- **REQUIRED WORK**: Identical copies of all the records below are needed.
[DATA Boundary: Start]
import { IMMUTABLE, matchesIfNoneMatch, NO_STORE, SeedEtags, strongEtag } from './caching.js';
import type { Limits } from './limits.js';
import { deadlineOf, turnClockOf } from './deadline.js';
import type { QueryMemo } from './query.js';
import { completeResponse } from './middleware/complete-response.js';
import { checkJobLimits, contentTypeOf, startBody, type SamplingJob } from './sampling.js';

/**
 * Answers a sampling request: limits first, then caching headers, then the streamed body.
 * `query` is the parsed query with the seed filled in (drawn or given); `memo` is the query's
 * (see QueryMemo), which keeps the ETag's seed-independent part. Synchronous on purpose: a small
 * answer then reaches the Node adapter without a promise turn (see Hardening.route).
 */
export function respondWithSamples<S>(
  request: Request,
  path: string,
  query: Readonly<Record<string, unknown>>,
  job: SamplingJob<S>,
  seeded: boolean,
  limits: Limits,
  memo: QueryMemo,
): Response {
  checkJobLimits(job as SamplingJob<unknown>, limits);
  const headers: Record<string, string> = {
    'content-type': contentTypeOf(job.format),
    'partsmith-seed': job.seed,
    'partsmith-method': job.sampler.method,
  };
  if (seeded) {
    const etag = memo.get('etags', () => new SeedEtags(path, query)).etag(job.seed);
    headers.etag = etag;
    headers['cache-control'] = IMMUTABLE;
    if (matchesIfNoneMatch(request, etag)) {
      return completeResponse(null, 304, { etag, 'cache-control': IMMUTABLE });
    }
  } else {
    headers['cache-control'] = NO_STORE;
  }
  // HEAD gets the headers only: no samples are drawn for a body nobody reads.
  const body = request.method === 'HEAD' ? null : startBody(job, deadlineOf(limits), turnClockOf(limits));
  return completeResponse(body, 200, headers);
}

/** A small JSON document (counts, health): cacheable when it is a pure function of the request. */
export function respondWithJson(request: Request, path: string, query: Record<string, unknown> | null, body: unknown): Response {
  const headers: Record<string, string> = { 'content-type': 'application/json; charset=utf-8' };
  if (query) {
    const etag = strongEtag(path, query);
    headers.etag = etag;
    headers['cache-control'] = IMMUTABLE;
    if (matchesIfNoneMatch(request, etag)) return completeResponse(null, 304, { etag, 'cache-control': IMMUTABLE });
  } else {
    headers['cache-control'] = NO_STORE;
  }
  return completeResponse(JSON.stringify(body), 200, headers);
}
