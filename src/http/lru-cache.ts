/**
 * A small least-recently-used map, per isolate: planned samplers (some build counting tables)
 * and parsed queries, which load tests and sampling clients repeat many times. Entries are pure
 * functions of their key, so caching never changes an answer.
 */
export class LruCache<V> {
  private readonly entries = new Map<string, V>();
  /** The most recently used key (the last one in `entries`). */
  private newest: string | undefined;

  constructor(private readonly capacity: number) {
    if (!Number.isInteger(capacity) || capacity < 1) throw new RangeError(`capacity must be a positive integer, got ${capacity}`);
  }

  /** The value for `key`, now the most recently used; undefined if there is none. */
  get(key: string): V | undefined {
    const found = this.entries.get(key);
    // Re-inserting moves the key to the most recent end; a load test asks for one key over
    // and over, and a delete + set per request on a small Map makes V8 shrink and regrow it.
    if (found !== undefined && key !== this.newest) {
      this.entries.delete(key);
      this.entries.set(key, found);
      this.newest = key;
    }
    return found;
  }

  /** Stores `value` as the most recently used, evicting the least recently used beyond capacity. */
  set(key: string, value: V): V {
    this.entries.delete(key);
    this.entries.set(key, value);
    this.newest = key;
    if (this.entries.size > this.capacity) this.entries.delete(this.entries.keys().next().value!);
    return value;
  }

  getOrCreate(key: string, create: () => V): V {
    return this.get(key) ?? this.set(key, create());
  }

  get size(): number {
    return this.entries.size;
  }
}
[DATA Boundary: End]
- **ANSWER SPACE**:
import { IMMUTABLE, matchesIfNoneMatch, NO_STORE, SeedEtags, strongEtag } from './caching.js';
import type { Limits } from './limits.js';
import { deadlineOf, turnClockOf } from './deadline.js';
import type { QueryMemo } from './query.js';
import { completeResponse } from './middleware/complete-response.js';
import { checkJobLimits, contentTypeOf, startBody, type SamplingJob } from './sampling.js';

/**
 * Answers a sampling request: limits first, then caching headers, then the streamed body.
 * `query` is the parsed query with the seed filled in (drawn or given); `memo` is the query's
 * (see QueryMemo), which keeps the ETag's seed-independent part. Synchronous on purpose: a small
 * answer then reaches the Node adapter without a promise turn (see Hardening.route).
 */
export function respondWithSamples<S>(
  request: Request,
  path: string,
  query: Readonly<Record<string, unknown>>,
  job: SamplingJob<S>,
  seeded: boolean,
  limits: Limits,
  memo: QueryMemo,
): Response {
  checkJobLimits(job as SamplingJob<unknown>, limits);
  const headers: Record<string, string> = {
    'content-type': contentTypeOf(job.format),
    'partsmith-seed': job.seed,
    'partsmith-method': job.sampler.method,
  };
  if (seeded) {
    const etag = memo.get('etags', () => new SeedEtags(path, query)).etag(job.seed);
    headers.etag = etag;
    headers['cache-control'] = IMMUTABLE;
    if (matchesIfNoneMatch(request, etag)) {
      return completeResponse(null, 304, { etag, 'cache-control': IMMUTABLE });
    }
  } else {
    headers['cache-control'] = NO_STORE;
  }
  // HEAD gets the headers only: no samples are drawn for a body nobody reads.
  const body = request.method === 'HEAD' ? null : startBody(job, deadlineOf(limits), turnClockOf(limits));
  return completeResponse(body, 200, headers);
}

/** A small JSON document (counts, health): cacheable when it is a pure function of the request. */
export function respondWithJson(request: Request, path: string, query: Record<string, unknown> | null, body: unknown): Response {
  const headers: Record<string, string> = { 'content-type': 'application/json; charset=utf-8' };
  if (query) {
    const etag = strongEtag(path, query);
    headers.etag = etag;
    headers['cache-control'] = IMMUTABLE;
    if (matchesIfNoneMatch(request, etag)) return completeResponse(null, 304, { etag, 'cache-control': IMMUTABLE });
  } else {
    headers['cache-control'] = NO_STORE;
  }
  return completeResponse(JSON.stringify(body), 200, headers);
}
filename src/http/lru-cache.ts
/**
 * A small least-recently-used map, per isolate: planned samplers (some build counting tables)
 * and parsed queries, which load tests and sampling clients repeat many times. Entries are pure
 * functions of their key, so caching never changes an answer.
 */
export class LruCache<V> {
  private readonly entries = new Map<string, V>();
  /** The most recently used key (the last one in `entries`). */
  private newest: string | undefined;

  constructor(private readonly capacity: number) {
    if (!Number.isInteger(capacity) || capacity < 1) throw new RangeError(`capacity must be a positive integer, got ${capacity}`);
  }

  /** The value for `key`, now the most recently used; undefined if there is none. */
  get(key: string): V | undefined {
    const found = this.entries.get(key);
    // Re-inserting moves the key to the most recent end; a load test asks for one key over
    // and over, and a delete + set per request on a small Map makes V8 shrink and regrow it.
    if (found !== undefined && key !== this.newest) {
      this.entries.delete(key);
      this.entries.set(key, found);
      this.newest = key;
    }
    return found;
  }

  /** Stores `value` as the most recently used, evicting the least recently used beyond capacity. */
  set(key: string, value: V): V {
    this.entries.delete(key);
    this.entries.set(key, value);
    this.newest = key;
    if (this.entries.size > this.capacity) this.entries.delete(this.entries.keys().next().value!);
    return value;
  }

  getOrCreate(key: string, create: () => V): V {
    return this.get(key) ?? this.set(key, create());
  }

  get size(): number {
    return this.entries.size;
  }
}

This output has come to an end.